I have a code that works perfectly well but I wish to speed up the time it takes to converge. A snippet of the code is shown below:

def myfunction(x, i):
    y = x + (min(0, target[i] - data[i, :]x))*data[i]/(norm(data[i])**2))
    return y
rows, columns = data.shape

start = time.time()
iterate = 0
iterate_count = []
norm_count = []
res = 5

x_not = np.ones(columns)
norm_count.append(norm(x_not))
iterate_count.append(0)

while res > 1e-8:
    for row in range(rows):
        y = myfunction(x_not, row)
        x_not = y
    iterate += 1
    iterate_count.append(iterate)
    norm_count.append(norm(x_not))
    res = abs(norm_count[-1] - norm_count[-2])

print('Converge at {} iterations'.format(iterate))
print('Duration: {:.4f} seconds'.format(time.time() - start))

I am relatively new in Python. I will appreciate any hint/assistance.

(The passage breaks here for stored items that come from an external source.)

def test_an_output_that_links_to_an_input_is_refused(
        capsys: pytest.CaptureFixture[str], tmp_path: pathlib.Path) -> None:
    layout = tmp_path / "pilot.yaml"
    layout.write_text(pathlib.Path(PILOT).read_text())
    before = layout.read_bytes()
    link = tmp_path / "report.json"
    link.symlink_to(layout)
    code, _, err = run(capsys, "plan", str(layout), "--json", str(link), "-q")
    assert code == 2 and "refusing to write over the input file" in err
    assert layout.read_bytes() == before and link.is_symlink()


def test_a_symlink_is_written_through_atomically_at_its_target(
        capsys: pytest.CaptureFixture[str], tmp_path: pathlib.Path) -> None:
    real = tmp_path / "real" / "plan.json"
    real.parent.mkdir()
    real.write_text("old\n")
    link = tmp_path / "plan.json"
    link.symlink_to(real)
    assert run(capsys, "plan", PILOT, "--json", str(link), "-q")[0] == 0
    assert link.is_symlink() and os.readlink(link) == str(real)
    assert strict_loads(real.read_text())["format"] == "beamplan-plan/1"
    assert _ours(real.parent) == [] and _ours(tmp_path) == []


def test_a_fifo_is_written_into_not_replaced(capsys: pytest.CaptureFixture[str],
                                             tmp_path: pathlib.Path) -> None:
    fifo = tmp_path / "plan.fifo"
    os.mkfifo(fifo)
    received: list[bytes] = []
    reader = threading.Thread(target=lambda: received.append(fifo.read_bytes()), daemon=True)
    reader.start()
    code = main(["plan", PILOT, "--json", str(fifo), "-q"])
    reader.join(timeout=30)
    capsys.readouterr()
    assert code == 0 and stat.S_ISFIFO(fifo.lstat().st_mode)
    assert strict_loads(received[0].decode())["status"] == "met"
    # A character device is written into, never replaced (as root, a rename would replace it).
    assert run(capsys, "plan", PILOT, "--json", "/dev/null", "-q")[0] == 0
    assert stat.S_ISCHR(os.lstat("/dev/null").st_mode)


def test_dev_stdout_is_written_directly() -> None:
    env = {**os.environ, "NO_COLOR": "1"}
    proc = subprocess.run([sys.executable, "-m", "beamplan.cli.main", "plan", PILOT, "--json",
                           "/dev/stdout", "-q"], capture_output=True, text=True, env=env,
                          check=False)
    assert proc.returncode == 0, proc.stderr
    assert strict_loads(proc.stdout)["format"] == "beamplan-plan/1"


def test_overwriting_keeps_the_mode_and_new_files_get_the_umask(
        capsys: pytest.CaptureFixture[str], tmp_path: pathlib.Path) -> None:
    old = tmp_path / "old.json"
    old.write_text("{}\n")
    old.chmod(0o604)
    mask = os.umask(0o027)
    try:
        assert run(capsys, "plan", PILOT, "--json", str(old), "--html",
                   str(tmp_path / "new.html"), "-q")[0] == 0
    finally:
        os.umask(mask)
    assert stat.S_IMODE(old.stat().st_mode) == 0o604
    assert stat.S_IMODE((tmp_path / "new.html").stat().st_mode) == 0o640  # 0o666 & ~0o027


def test_a_write_killed_halfway_leaves_no_partial_file_and_no_litter(
        capsys: pytest.CaptureFixture[str], monkeypatch: pytest.MonkeyPatch,
        tmp_path: pathlib.Path) -> None:
    kept = tmp_path / "kept.json"
    kept.write_text("previous\n")

    def killed(handle: int) -> None:
        raise KeyboardInterrupt

    monkeypatch.setattr(os, "fsync", killed)
    for target in (kept, tmp_path / "new.json"):
        assert run(capsys, "plan", PILOT, "--json", str(target), "-q")[0] == 130
    monkeypatch.undo()
    assert kept.read_text() == "previous\n" and not (tmp_path / "new.json").exists()
    assert _ours(tmp_path) == []


def test_stale_temporary_files_of_ours_are_removed_once_old(tmp_path: pathlib.Path) -> None:
    stale = tmp_path / ".beamplan-abc.tmp"
    fresh = tmp_path / ".beamplan-def.tmp"
    other = tmp_path / ".beamplan-notes.txt"
    for path in (stale, fresh, other):
        path.write_text("x")
    hours_ago = time.time() - 2 * 3600
    os.utime(stale, (hours_ago, hours_ago))
    os.utime(other, (hours_ago, hours_ago))
    files.write_atomic(str(tmp_path / "out.txt"), "y")
    assert sorted(p.name for p in tmp_path.iterdir()) == [
        ".beamplan-def.tmp", ".beamplan-notes.txt", "out.txt"]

Ax=b is the problem we wish to solve. Here, 'A' is the 'data' and 'b' is the 'target'

What's in `myfunction`? _That's_ what you need to optimize. The rest of the code just does simple arithmetic and appending to lists — Pranav Hosangadi, Oct 15 '20 at 15:16
Thanks @PranavHosangadi 'myfunction' is just a one line formular as well. I had thought there would be a better way to handle the for and while loops — MaliMali, Oct 15 '20 at 15:46
There is, depending on what's in `myfunction`. Look up vectorization. If you can express your problem as a vector/matrix calculation, you can use numpy's functions that implement SIMD operations to get a significant speedup. — Pranav Hosangadi, Oct 15 '20 at 15:48
@PranavHosangadi do you think this is feasible in a function of this type: 'def myfunction(x, i): y = x + (min(0, target[i] - data[i, :] @ x))*(data[i] / (norm(data[i])**2)) return y' — MaliMali, Oct 15 '20 at 16:04
Also, please explain what that function is supposed to do. What is `data`? What shape does it have? What about `target`? — Pranav Hosangadi, Oct 15 '20 at 16:07
Is this an exercise or are you looking for the best way to do this? You're solving a linear system of equations, there are preexisting ways to do this if you're looking for the best solution. — Pranav Hosangadi, Oct 15 '20 at 16:16
I know there are best ways to get it done but I am just trying something different. — MaliMali, Oct 15 '20 at 16:20
FYI: This is going to take a while, it isn't as straightforward as I originally thought — Pranav Hosangadi, Oct 15 '20 at 17:26
I do not mind to chill till you can have time. I would be glad to learn from you with this. — MaliMali, Oct 15 '20 at 17:53

Pranav Hosangadi · Answer 1 · 2020-10-15T22:07:23.637

Ugh! After spending a while on this I don't think it can be done the way you've set up your problem. In each iteration over the row, you modify x_not and then pass the updated result to get the solution for the next row. This kind of setup can't be vectorized easily. You can learn the thought process of vectorization from the failed attempt, so I'm including it in the answer. I'm also including a different iterative method to solve linear systems of equations. I've included a vectorized version -- where the solution is updated using matrix multiplication and vector addition, and a loopy version -- where the solution is updated using a for loop to demonstrate what you can expect to gain.

1. The failed attempt

Let's take a look at what you're doing here.

def myfunction(x, i): 
    y = x + (min(0, target[i] - data[i, :] @ x)) * (data[i] / (norm(data[i])**2)) 
    return y

You subtract
- the dot product of (the ith row of data and x_not)
- from the ith row of target,
- limited at zero.
You multiply this result with the ith row of data divided my the norm of that row squared. Let's call this part2
Then you add this to the ith element of x_not

Now let's look at the shapes of the matrices.

data is (M, N).
target is (M, ).
x_not is (N, )

Instead of doing these operations rowwise, you can operate on the entire matrix!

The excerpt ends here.